Search the data for the string "cycleHighC" and extract every line where it appears.

Saved entries
══════════
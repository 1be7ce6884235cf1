import { grouped } from '@/lib/number/rules'
import { refuse } from '@/lib/http/errors'
import { isSamePlace, missingInPlan } from '@/lib/protocol/rules/faults'
import { jarsOfPlan, setAsideJars, stationName } from '@/lib/protocol/rules/plan'
import type { PlannedStation, ProtocolPlan } from '@/lib/protocol/schema'
import { jarsFromGrams } from '@/lib/science/jar-grams'
import { freedSentence, type Leaving } from '@/lib/station/rules/occupancy'
import type { StudyAdjustments } from '@/lib/study/schema'
import type { TakenBatches } from './jars'
import { startedPositions, waysToFit } from './plan'
import { placesNeeded, waysToStand } from './room'
import { asksForLamps, freeIn, hasLamps, type StationOffer } from './stations'
import { capital, counted } from './words'

export type BatchOffer = {
  id: string
  code: string
  state: string
  yieldG: number | null
  takenG: number
  /** A bought-in product. */
  isReference: boolean
}

export function refusePlan(plan: ProtocolPlan): void {
  const missing = missingInPlan(plan)
  if (missing) throw refuse.invalid(missing, { protocolVersionId: 'This protocol is not complete.' })
}

/** Which batches may take part, and as what. */
export function refuseBatches(
  plan: ProtocolPlan,
  batches: BatchOffer[],
  { batchIds, referenceIds }: TakenBatches,
): void {
  batches.forEach(refuseBatch)
  const of = (id: string) => batches.find((batch) => batch.id === id)!
  const both = referenceIds.find((id) => batchIds.includes(id))
  if (both) {
    throw refuse.invalid(
      `${of(both).code} is chosen as a batch of the study and as a reference beside it. Choose one of the two.`,
      { referenceIds: `${of(both).code} stands twice.` },
    )
  }
  const bought = batchIds.map(of).find((batch) => batch.isReference)
  if (bought) {
    throw refuse.invalid(
      `${bought.code} is a bought-in product, so it can only stand beside a study as a reference.`,
      { batchIds: `${bought.code} is a reference product.` },
    )
  }
  if (plan.batchMatrixing && batchIds.length < 2) {
    throw refuse.conflict(
      `This protocol measures ${plan.batchMatrixing} of the batches at a middle time point, by turns, so it takes at least two batches. Choose another batch, or a protocol that measures all.`,
      { kind: 'turns' },
    )
  }
}

function refuseBatch(batch: BatchOffer): void {
  if (batch.state === 'released') return
  const why =
    batch.state === 'rejected' ? 'was rejected, so no study can start on it' : `is still ${batch.state}`
  const act = batch.state === 'rejected' ? 'Choose another batch.' : 'Release it before a study starts on it.'
  throw refuse.conflict(`${batch.code} ${why}. ${act}`, { kind: 'batch state', batch: batch.code })
}

/** The batch must fill every jar; the refusal says how many grams are missing and what would fit. */
export function refuseShortBatch(plan: ProtocolPlan, batch: BatchOffer): void {
  const batchG = (batch.yieldG ?? 0) - batch.takenG
  // The jar plan computes with a positive mass; an empty batch is short of everything.
  const need = jarsOfPlan(plan, Math.max(batchG, 0.001))
  if (need.fits) return
  const enoughFor = jarsFromGrams(batchG, plan.fillG, plan.lossPercent)
  throw refuse.conflict(
    `${grams(need.shortG)} g are missing, so this study cannot start. ${capital(counted(need.jars, 'jar'))} of ${plan.fillG} g are ${grams(need.grams)} g with the loss; ${batch.code} has ${grams(batchG)} g left, enough for ${enoughFor}.`,
    {
      kind: 'batch short',
      batch: batch.code,
      batchG,
      enoughFor,
      ...need,
      initialJars: plan.initialJars,
      retains: plan.retains + setAsideJars(plan),
      options: batchG > 0 ? waysToFit(plan, batchG) : [],
    },
  )
}

/** What a station's room is judged by besides the plan: who else stands there, and what was adjusted already. */
export type Room = {
  protocolPlan: ProtocolPlan
  adjustments: StudyAdjustments
  stations: StationOffer[]
  leavings: Leaving[]
  today: string
}

/** Every planned station needs one of the lab's, of its own, with room for all jars of all batches. */
export function refuseStations<T extends StationOffer>(
  plan: ProtocolPlan,
  chosen: (T | null)[],
  taken: TakenBatches,
  room: Room,
): T[] {
  plan.stations.forEach((planned, position) => {
    const station = chosen[position]
    if (!station) return
    refuseChoice(plan, planned, position, chosen)
    refuseFull(plan, position, chosen, taken, room)
  })
  return plan.stations.map((planned, position) => {
    const station = chosen[position]
    if (station) return station
    const name = stationName(planned, position)
    if (planned.light) {
      throw refuse.conflict(
        `No station of the lab at ${planned.temperatureC} °C has lamps, so none can be ${name}. Ask a manager to add one or to say which has them.`,
        { kind: 'station', position },
      )
    }
    throw refuse.conflict(
      `No station of the lab can be ${name}. Ask a manager to add one, or start without it.`,
      { kind: 'station', position },
    )
  })
}

function refuseChoice(
  plan: ProtocolPlan,
  planned: PlannedStation,
  position: number,
  chosen: (StationOffer | null)[],
): void {
  const station = chosen[position]!
  const name = stationName(planned, position)
  const detail = { kind: 'station', position }
  if (!station.isActive) {
    throw refuse.conflict(`${station.name} is out of use. Choose another station for ${name}.`, detail)
  }
  if (
    station.kind !== planned.kind ||
    (planned.kind === 'temperature' && station.temperatureC !== planned.temperatureC)
  ) {
    throw refuse.conflict(
      `${station.name} is no ${name} station. Choose one that keeps what the protocol asks for.`,
      detail,
    )
  }
  if (hasLamps(station) !== asksForLamps(planned)) {
    throw refuse.conflict(
      planned.light
        ? `${station.name} has no lamps on record, and ${name} needs them. Choose a station with lamps.`
        : `${station.name} has lamps, and ${name} stands in the dark. Choose a station without them.`,
      detail,
    )
  }
  refuseCycle(planned, station, detail)
  const isTwice = plan.stations.some(
    (other, at) => at !== position && chosen[at]?.id === station.id && isSamePlace(other, planned),
  )
  if (isTwice) {
    throw refuse.conflict(
      `${station.name} is chosen twice. Each station of a protocol needs its own.`,
      detail,
    )
  }
}

/** Jars stand from the start, so what leaves later makes no room now; the refusal says what would. */
function refuseFull(
  plan: ProtocolPlan,
  position: number,
  chosen: (StationOffer | null)[],
  taken: TakenBatches,
  { protocolPlan, adjustments, stations, leavings, today }: Room,
): void {
  const station = chosen[position]!
  const free = freeIn(station)
  const needed = placesNeeded(plan, chosen, station.id, taken)
  if (free >= needed) return
  const protocolPosition = startedPositions(protocolPlan, adjustments)[position]!
  const options = waysToStand(
    plan,
    adjustments,
    { position, protocolPosition },
    chosen,
    stations,
    taken,
    leavings,
    today,
  )
  const own = leavings.filter((one) => one.stationId === station.id)
  const freed = freedSentence(needed - free, today, own)
  const ways = options.filter(({ kind }) => kind !== 'day').map(({ label }) => lowered(label))
  throw refuse.conflict(
    [
      `${station.name} has ${counted(free, 'free place')}, ${needed} are needed.`,
      freed,
      ways.length > 0
        ? `What would fit: ${ways.join('; ')}.`
        : 'Ask a manager for another station, or make room there.',
    ]
      .filter(Boolean)
      .join(' '),
    { kind: 'station', position: protocolPosition, free, needed, options },
  )
}

function lowered(text: string): string {
  return text.charAt(0).toLowerCase() + text.slice(1)
}

function refuseCycle({ cycle }: PlannedStation, station: StationOffer, detail: object): void {
  const { cycleLowC = null, cycleHighC = null } = station
  if (!cycle || (cycleLowC === cycle.coldC && cycleHighC === cycle.warmC)) return
  const celsius = (value: number | null) => (value === null ? 'no set' : `${value} °C`).replace('-', '−')
  throw refuse.conflict(
    `${station.name} cycles between ${celsius(cycleLowC)} and ${celsius(cycleHighC)}, the protocol between ${celsius(cycle.coldC)} and ${celsius(cycle.warmC)}. Choose another station, or change the protocol's cycle.`,
    detail,
  )
}

function grams(value: number): string {
  return grouped(Math.ceil(value - 1e-9), 0)
}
══════════
Solution to this problem -
  const { cycleLowC = null, cycleHighC = null } = station
  if (!cycle || (cycleLowC === cycle.coldC && cycleHighC === cycle.warmC)) return
    `${station.name} cycles between ${celsius(cycleLowC)} and ${celsius(cycleHighC)}, the protocol between ${celsius(cycle.coldC)} and ${celsius(cycle.warmC)}. Choose another station, or change the protocol's cycle.`,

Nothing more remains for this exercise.